* What the task asks *
Whenever a line in the entries below contains "document", copy that line.

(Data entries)

________________

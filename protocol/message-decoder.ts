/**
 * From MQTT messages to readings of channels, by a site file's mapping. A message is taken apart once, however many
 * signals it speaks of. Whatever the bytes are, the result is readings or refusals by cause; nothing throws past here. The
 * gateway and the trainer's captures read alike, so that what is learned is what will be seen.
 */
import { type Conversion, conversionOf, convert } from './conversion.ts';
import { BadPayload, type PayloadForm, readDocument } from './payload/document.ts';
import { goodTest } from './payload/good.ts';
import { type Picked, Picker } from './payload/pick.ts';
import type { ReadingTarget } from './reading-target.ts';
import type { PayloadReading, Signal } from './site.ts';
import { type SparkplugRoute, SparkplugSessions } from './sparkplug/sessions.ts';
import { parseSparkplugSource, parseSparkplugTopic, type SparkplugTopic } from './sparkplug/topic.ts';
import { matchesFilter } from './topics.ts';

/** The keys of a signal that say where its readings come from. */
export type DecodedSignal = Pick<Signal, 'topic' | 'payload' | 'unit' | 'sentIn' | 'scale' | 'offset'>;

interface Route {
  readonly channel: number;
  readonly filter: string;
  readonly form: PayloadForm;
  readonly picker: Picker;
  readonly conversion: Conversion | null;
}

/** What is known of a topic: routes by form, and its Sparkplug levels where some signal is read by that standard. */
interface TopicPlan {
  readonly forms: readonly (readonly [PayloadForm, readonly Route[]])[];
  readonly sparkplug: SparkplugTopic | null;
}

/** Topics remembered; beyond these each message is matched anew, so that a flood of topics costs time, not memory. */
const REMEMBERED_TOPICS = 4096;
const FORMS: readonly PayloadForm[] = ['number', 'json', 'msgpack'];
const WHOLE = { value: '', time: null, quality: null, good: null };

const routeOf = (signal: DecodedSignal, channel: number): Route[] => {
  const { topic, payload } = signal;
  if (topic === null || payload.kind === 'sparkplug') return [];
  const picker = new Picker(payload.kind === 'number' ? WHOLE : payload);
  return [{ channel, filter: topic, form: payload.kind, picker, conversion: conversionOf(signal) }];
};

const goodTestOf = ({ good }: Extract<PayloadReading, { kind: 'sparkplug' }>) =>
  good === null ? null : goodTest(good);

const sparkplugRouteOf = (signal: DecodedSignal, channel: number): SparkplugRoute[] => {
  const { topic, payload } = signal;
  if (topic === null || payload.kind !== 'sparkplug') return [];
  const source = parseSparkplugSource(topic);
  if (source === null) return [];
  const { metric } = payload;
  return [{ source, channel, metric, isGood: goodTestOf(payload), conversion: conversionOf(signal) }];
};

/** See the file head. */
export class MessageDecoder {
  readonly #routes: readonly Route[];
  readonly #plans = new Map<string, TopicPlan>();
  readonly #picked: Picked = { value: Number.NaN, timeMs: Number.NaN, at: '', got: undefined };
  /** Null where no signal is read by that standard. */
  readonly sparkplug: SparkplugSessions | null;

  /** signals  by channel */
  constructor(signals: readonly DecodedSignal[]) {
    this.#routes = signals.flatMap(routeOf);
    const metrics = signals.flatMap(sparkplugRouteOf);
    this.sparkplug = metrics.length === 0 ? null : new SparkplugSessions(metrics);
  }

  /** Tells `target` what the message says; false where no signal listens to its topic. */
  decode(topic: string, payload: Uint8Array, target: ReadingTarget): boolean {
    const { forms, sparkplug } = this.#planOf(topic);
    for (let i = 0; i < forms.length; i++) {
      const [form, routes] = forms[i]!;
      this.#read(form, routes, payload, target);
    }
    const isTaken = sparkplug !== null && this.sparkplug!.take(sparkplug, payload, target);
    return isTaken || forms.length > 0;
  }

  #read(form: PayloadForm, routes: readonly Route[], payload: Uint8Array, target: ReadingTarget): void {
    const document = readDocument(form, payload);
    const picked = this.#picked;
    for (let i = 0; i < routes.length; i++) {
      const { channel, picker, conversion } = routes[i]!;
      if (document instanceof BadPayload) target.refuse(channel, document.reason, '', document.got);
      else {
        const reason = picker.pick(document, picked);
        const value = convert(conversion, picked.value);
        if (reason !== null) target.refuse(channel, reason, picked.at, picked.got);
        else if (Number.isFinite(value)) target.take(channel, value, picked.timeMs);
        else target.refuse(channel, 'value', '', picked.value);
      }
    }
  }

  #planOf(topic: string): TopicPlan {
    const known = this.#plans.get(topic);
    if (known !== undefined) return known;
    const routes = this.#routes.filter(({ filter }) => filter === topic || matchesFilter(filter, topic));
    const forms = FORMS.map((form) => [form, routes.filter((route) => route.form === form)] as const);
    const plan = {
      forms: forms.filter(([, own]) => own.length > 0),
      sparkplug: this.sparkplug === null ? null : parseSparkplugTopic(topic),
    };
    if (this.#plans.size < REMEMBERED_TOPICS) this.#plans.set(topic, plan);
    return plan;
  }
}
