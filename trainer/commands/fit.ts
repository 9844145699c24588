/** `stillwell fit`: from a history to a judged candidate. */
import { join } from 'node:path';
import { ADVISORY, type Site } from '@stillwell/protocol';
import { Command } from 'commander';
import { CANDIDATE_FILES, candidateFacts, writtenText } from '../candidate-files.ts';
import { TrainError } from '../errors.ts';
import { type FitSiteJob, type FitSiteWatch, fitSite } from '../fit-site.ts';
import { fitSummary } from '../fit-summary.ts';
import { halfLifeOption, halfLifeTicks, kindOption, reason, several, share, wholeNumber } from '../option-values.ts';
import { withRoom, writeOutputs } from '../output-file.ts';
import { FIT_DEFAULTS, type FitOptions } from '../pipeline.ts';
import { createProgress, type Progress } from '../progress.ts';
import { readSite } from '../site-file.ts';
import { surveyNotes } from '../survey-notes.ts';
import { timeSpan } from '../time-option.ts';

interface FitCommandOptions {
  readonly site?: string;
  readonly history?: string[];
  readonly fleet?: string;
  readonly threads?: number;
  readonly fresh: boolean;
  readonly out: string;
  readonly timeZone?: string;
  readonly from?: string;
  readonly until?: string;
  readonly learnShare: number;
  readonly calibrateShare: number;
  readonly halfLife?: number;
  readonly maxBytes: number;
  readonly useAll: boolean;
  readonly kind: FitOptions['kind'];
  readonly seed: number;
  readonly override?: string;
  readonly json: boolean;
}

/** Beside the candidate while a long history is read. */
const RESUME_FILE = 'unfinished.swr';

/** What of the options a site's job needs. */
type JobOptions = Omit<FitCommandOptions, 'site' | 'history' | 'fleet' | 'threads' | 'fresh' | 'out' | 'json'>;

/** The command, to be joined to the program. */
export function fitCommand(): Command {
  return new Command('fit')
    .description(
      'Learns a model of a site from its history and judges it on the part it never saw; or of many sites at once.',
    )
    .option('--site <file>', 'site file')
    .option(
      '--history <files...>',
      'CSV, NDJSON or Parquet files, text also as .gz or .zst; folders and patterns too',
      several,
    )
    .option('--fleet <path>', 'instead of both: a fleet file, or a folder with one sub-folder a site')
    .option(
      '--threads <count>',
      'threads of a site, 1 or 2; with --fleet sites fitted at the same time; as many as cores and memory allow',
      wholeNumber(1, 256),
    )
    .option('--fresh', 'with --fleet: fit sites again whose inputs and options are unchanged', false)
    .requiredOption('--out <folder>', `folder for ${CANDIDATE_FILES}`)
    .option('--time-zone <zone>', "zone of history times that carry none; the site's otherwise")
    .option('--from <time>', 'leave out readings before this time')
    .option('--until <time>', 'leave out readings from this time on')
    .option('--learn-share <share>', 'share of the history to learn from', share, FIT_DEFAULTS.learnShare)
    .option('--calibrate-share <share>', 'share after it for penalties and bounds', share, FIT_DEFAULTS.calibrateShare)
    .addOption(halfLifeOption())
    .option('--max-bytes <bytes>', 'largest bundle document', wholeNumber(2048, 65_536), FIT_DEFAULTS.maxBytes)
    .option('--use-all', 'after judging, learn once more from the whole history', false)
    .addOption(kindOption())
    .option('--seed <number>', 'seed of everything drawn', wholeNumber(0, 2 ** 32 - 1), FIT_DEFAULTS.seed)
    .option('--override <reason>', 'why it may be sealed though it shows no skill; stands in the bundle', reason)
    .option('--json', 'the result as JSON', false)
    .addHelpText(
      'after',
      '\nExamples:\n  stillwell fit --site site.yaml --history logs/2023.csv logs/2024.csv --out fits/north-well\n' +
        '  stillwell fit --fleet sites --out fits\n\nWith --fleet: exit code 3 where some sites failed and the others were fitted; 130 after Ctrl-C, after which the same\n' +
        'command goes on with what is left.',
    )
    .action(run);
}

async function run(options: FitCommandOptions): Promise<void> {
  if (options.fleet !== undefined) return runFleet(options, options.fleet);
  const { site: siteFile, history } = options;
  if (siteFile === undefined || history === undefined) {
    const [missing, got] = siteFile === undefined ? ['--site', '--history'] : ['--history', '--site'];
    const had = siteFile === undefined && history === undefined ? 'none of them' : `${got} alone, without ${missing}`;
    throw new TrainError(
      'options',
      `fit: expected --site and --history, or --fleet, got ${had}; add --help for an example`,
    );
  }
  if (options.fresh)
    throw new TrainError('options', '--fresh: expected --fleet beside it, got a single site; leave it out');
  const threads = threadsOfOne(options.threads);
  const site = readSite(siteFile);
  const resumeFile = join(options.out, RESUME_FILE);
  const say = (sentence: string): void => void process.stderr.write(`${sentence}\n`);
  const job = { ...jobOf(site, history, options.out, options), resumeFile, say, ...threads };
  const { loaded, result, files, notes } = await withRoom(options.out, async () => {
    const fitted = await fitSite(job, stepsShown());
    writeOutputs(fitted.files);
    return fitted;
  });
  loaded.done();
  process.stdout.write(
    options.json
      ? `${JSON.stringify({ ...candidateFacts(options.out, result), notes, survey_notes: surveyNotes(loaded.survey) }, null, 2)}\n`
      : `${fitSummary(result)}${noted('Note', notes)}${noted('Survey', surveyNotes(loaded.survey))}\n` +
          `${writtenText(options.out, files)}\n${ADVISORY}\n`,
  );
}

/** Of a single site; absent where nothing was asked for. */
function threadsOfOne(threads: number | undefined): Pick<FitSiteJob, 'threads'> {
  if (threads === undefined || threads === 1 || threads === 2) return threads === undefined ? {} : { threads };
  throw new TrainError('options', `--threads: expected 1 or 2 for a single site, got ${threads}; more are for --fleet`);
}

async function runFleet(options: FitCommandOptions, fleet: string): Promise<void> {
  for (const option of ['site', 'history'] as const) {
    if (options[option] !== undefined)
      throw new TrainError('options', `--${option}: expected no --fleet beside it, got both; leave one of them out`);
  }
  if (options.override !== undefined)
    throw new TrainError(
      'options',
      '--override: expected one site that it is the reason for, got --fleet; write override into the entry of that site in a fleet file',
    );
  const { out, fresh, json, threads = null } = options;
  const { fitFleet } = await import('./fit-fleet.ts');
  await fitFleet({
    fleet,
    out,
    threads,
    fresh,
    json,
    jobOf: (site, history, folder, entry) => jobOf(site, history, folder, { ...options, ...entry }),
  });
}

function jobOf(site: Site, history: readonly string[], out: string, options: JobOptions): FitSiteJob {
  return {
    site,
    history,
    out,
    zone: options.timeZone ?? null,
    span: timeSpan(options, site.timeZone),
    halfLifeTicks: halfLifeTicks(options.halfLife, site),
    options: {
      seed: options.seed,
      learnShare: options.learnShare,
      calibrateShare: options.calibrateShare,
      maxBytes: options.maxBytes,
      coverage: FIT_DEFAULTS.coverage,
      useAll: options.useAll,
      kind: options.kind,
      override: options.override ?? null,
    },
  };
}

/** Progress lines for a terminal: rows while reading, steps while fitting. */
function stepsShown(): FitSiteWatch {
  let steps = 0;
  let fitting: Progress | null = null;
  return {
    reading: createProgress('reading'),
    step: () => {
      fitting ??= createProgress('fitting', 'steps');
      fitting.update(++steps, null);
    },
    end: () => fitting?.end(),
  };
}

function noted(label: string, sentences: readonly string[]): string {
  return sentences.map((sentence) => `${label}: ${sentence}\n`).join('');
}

________________

* Exercise result *
import { BadPayload, type PayloadForm, readDocument } from './payload/document.ts';
    const document = readDocument(form, payload);
      if (document instanceof BadPayload) target.refuse(channel, document.reason, '', document.got);
        const reason = picker.pick(document, picked);
    .option('--max-bytes <bytes>', 'largest bundle document', wholeNumber(2048, 65_536), FIT_DEFAULTS.maxBytes)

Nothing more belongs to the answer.